◆ **Instructions to follow**
In the material below, find every line containing "where" and copy that line.

◆ **Given data**
+===+
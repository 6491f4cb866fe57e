// Every choice that an answer depends on, in one place, so that it can be stated beside the answer.
#pragma once
#include <cstdint>
#include <map>
#include <optional>

#include "hz/distance.hpp"
#include "hz/distribution.hpp"
#include "hz/limit_set.hpp"
#include "hz/quantity.hpp"

namespace hz {

/// How probabilities are computed.
enum class Method { quadrature, sampling };

/// Which way to a quantity comes first.
enum class LuminosityFrom { stated, radius, photometry };
enum class SemiMajorAxisFrom { period, stated };
enum class InsolationFrom { computed, stated };

/// The words for a probability of lying in a zone.
struct VerdictThresholds {
  double inside = 0.95;
  double likely_inside = 0.68;
  double likely_outside = 0.32;
  double outside = 0.05;
};

/// Relative half-widths assumed where a list gives none or a printed 0: medians of a public composite list of 2023.
/// Eccentricity's is absolute. A period is exact. An empty map assumes nothing: such values count as exact.
using AssumedErrors = std::map<Quantity, double>;
[[nodiscard]] AssumedErrors default_assumed_errors();

struct Settings {
  const LimitSet* limits = nullptr;  // never null where an answer is computed; bounds at least one zone
  BeyondRange beyond = BeyondRange::hold;
  Asymmetry asymmetry = Asymmetry::median;
  AssumedErrors assumed_errors = default_assumed_errors();
  VerdictThresholds thresholds;
  double bond_albedo = 0.3;  // for the equilibrium temperature only
  LuminosityFrom luminosity_from = LuminosityFrom::stated;
  SemiMajorAxisFrom semi_major_axis_from = SemiMajorAxisFrom::period;
  double length_scale = default_length_scale;  // pc, of the prior for parallaxes not much larger than their errors
  InsolationFrom insolation_from = InsolationFrom::computed;
  Method method = Method::quadrature;
  std::uint64_t draws = 100000;
  std::uint64_t seed = 1;
};

}  // namespace hz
+===+
◆ **Final answer**
/// Relative half-widths assumed where a list gives none or a printed 0: medians of a public composite list of 2023.
  const LimitSet* limits = nullptr;  // never null where an answer is computed; bounds at least one zone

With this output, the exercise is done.